Quick check that sum of positive values is at most threshold

JADekker · February 12, 2025, 1:13pm

Hi, in my code, I need to determine whether sum(x) <= a, where I know that the values x are all positive, so concluding false is in theory possible before we’ve added all values in x together. This led me to wonder if it is possible to write a function that checks sum(x) <= a (see my sum_le) that outperforms simply checking sum(x) <= a (see my sum_le_base). A naive implementation does not seem to stand a chance because it is clearly less efficiently implemented than the sum function. I currently don’t need this as I’m adding at most a few dozen numbers together in my actual application, but I was just wondering if this can be done, or if the penalty from checking s>0 repeatedly is too high.

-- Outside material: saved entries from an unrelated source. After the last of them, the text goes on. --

fn amps(found: &Operating, elements: &[Element]) -> Vec<f64> {
    elements.iter().map(|element| found.current(*element).unwrap().get()).collect()
}

fn volts(found: &Operating, nodes: &[Node]) -> Vec<f64> {
    nodes.iter().map(|node| found.volts(*node).unwrap().get()).collect()
}

/// What rounding may leave of a current: volts lose their 16th digit, and the least resistance turns that into
/// amperes. The elimination may lose some digits more, a thousandfold here.
fn hair(found: &Operating, nodes: &[Node], elements: &[Element]) -> f64 {
    let highest = volts(found, nodes).into_iter().fold(60.0, |high: f64, volts| high.max(volts.abs()));
    let most = amps(found, elements).into_iter().fold(0.0, |most: f64, amps| most.max(amps.abs()));
    1e-13 * (highest / 1e-5 + most)
}

#[test]
fn what_flows_into_a_node_flows_out_of_it_and_no_energy_is_lost() {
    let mut solved = 0u32;
    laws(|u| {
        let with_power = u.ratio(2, 3)?;
        let (nodes, things) = circuit(u, with_power)?;
        let (network, at, elements) = put(nodes, &things);
        let Ok(found) = network.solve() else { return Ok(()) };
        solved += 1;
        let hair = hair(&found, &at, &elements);
        let mut into = vec![0.0; nodes];
        for (thing, amps) in things.iter().zip(amps(&found, &elements)) {
            let (from, to) = thing.ends();
            into[from] -= amps;
            into[to] += amps;
        }
        for (node, into) in into.iter().enumerate() {
            assert!(into.abs() <= hair, "node {node}: {into} A left over in {things:?}");
        }
        let highest = volts(&found, &at).into_iter().fold(60.0, |high: f64, volts| high.max(volts.abs()));
        let most = amps(&found, &elements).into_iter().fold(1.0, |most: f64, amps| most.max(amps.abs()));
        let scale = (hair + 1e-12 * most) * highest.max(most * 1e-5) * things.len() as f64;
        assert!(found.imbalance().get().abs() <= scale, "{} W out of balance", found.imbalance().get());
        // Every element's power at its ends adds up to nothing as well.
        let sum: f64 = elements.iter().map(|element| found.power(*element).unwrap().get()).sum();
        assert!(sum.abs() <= scale, "{sum} W over all ends");
        // Draws get what they ask for.
        for (thing, element) in things.iter().zip(&elements) {
            if let Thing::Power(_, _, watts) = thing {
                let got = found.power(*element).unwrap().get();
                assert!((got - watts.get()).abs() <= 1e-9 * watts.get().abs() + scale, "{got} W of {watts:?}");
            }
        }
        Ok(())
    });
    assert!(solved > 10, "only {solved} circuits had an answer");
}
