//! The small picture of a run: its two ends by name, its breaker or fuse, and the wire as wide as it is thick.

use crate::derived::{Memo, dynamic};
use crate::piece::{Piece, view};
use engine::field::Field;
use engine::quantity::Quantity;
use engine::run::{Ask, BreakerType, Kind, Sizing, size};
use engine::show;

use super::{TOOL, truck};
use crate::draft::use_draft;
use crate::form::as_entered;

/// The picture. Nothing is drawn before the kind of run is known.
pub fn picture(ask: Memo<Ask>) -> Piece {
    let draft = use_draft();
    let length = move || draft.with(|pads| as_entered(&pads.of(TOOL), Field::RunLength));
    dynamic(move || {
        let ask = ask.with(truck::settled);
        let Some(kind) = ask.kind.typed() else { return Piece::Nothing };
        drawn(kind, size(&ask).ok().as_ref(), length())
    })
}

/// Wire width on screen: 2 + 1.1 · √mm², as on the line.
fn width(found: Option<&Sizing>) -> f64 {
    let area =
        found.and_then(|found| found.conductor).map_or(4.0, |one| one.size.area().get() * f64::from(one.parallel));
    (2.0 + 1.1 * area.sqrt()).min(16.0)
}

/// Whether breaker or fuse stands at the far end: where a fault is fed from. Strings feed one another at the combiner,
/// and the bank feeds what hangs on its bus.
const fn at_far_end(kind: Kind) -> bool {
    matches!(kind, Kind::PvString | Kind::PvArray | Kind::ControllerOutput)
}

fn drawn(kind: Kind, found: Option<&Sizing>, length: Option<String>) -> Piece {
    let (from, to) = kind.ends();
    let far = at_far_end(kind);
    let at = if far { 252.0 } else { 68.0 };
    let protection = found.map(|found| found.protection);
    let device = protection.map_or("breaker", |protection| protection.protects.word());
    let label = format!("{from} to {to}, {device} at the {}", if far { to } else { from });
    let rating = protection.map(|protection| show::given(protection.rating.amount()));
    let wire = found.and_then(|found| found.conductor).map(|one| one.to_string());
    let along = [wire, length].into_iter().flatten().collect::<Vec<_>>().join(", ");
    let fuse = protection.is_some_and(|protection| protection.protects == BreakerType::Fuse);
    let symbol = if fuse {
        view! { <rect class="fuse" x=format!("{:.0}", at - 15.0) y="26" width="30" height="12"/> }
    } else {
        view! {
            <path class="gap" d=format!("M{:.0} 32h24", at - 12.0)/>
            <path class="blade" d=format!("M{:.0} 32l20 -11", at - 12.0)/>
            <circle class="pin" cx=format!("{:.0}", at - 12.0) cy="32" r="2.6"/>
            <circle class="pin" cx=format!("{:.0}", at + 12.0) cy="32" r="2.6"/>
        }
    };
    view! {
        <svg class="run-pic" viewBox="0 0 320 74" role="img" aria-label=label>
            <path class="wire" d="M32 32H288" stroke-width=format!("{:.1}", width(found))/>
            <rect class="end" x="1" y="15" width="34" height="34"/>
            <rect class="end" x="285" y="15" width="34" height="34"/>
            {symbol}
            <text class="rating" x=format!("{at:.0}") y="12" text-anchor="middle">{rating}</text>
            <text x="160" y="56" text-anchor="middle">{along}</text>
            <text x="1" y="66">{from}</text>
            <text x="319" y="66" text-anchor="end">{to}</text>
        </svg>
    }
}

using Random, Distributions, BenchmarkTools
Random.seed!(42)

"""Determines if the sum of the elements in the list is less than or equal to a given value."""
sum_le_base(x, a) = sum(x) ≤ a

"""Quick version of sum_le_base."""
function sum_le(x, a)
    s = -a 
    for xi in x
        s += xi
        if s > 0
            return false
        end
    end
    return true
end

function RunBench(N)
    X = rand(N)
    r = 0.5
    display(sum_le(X, r*N) == sum_le_base(X, r*N))
    display(@benchmark sum_le($X, $r*$N))
    display(@benchmark sum_le_base($X, $r*$N))
end
RunBench(1000)

JADekker · February 12, 2025, 1:14pm

This gives

true
BenchmarkTools.Trial: 10000 samples with 77 evaluations.
 Range (min … max):  831.701 ns …  1.951 μs  ┊ GC (min … max): 0.00% … 0.00%
 Time  (median):     833.338 ns              ┊ GC (median):    0.00%
 Time  (mean ± σ):   853.481 ns ± 63.417 ns  ┊ GC (mean ± σ):  0.00% ± 0.00%

  █       ▄     ▁                                              ▁
  █▆▆▇▆▅▅▅█▇▆▆▇▆█▇▇▆▆▅▆▆▄▅▅▆▆▆▆▅▆▆▄▆▅▆▆▆▆▆▅▅▅▅▅▅▅▅▅▆▄▄▅▆▅▄▅▅▃▅ █
  832 ns        Histogram: log(frequency) by time      1.15 μs <

 Memory estimate: 0 bytes, allocs estimate: 0.
BenchmarkTools.Trial: 10000 samples with 957 evaluations.
 Range (min … max):  89.821 ns … 239.856 ns  ┊ GC (min … max): 0.00% … 0.00%
 Time  (median):     90.343 ns               ┊ GC (median):    0.00%
 Time  (mean ± σ):   93.016 ns ±   7.106 ns  ┊ GC (mean ± σ):  0.00% ± 0.00%

  █▆   ▄ ▃  ▃     ▁                                            ▁
  ████▇█▆█▆██▆█▇▇▇██▇▇▆▇█▇▇▇▆▇▆▇▇▇▇▇▇▇▆▇▇▆▆▆▆▆▆▆▆▆▆▅▆▅▅▅▅▄▅▄▃▄ █
  89.8 ns       Histogram: log(frequency) by time       122 ns <

 Memory estimate: 0 bytes, allocs estimate: 0.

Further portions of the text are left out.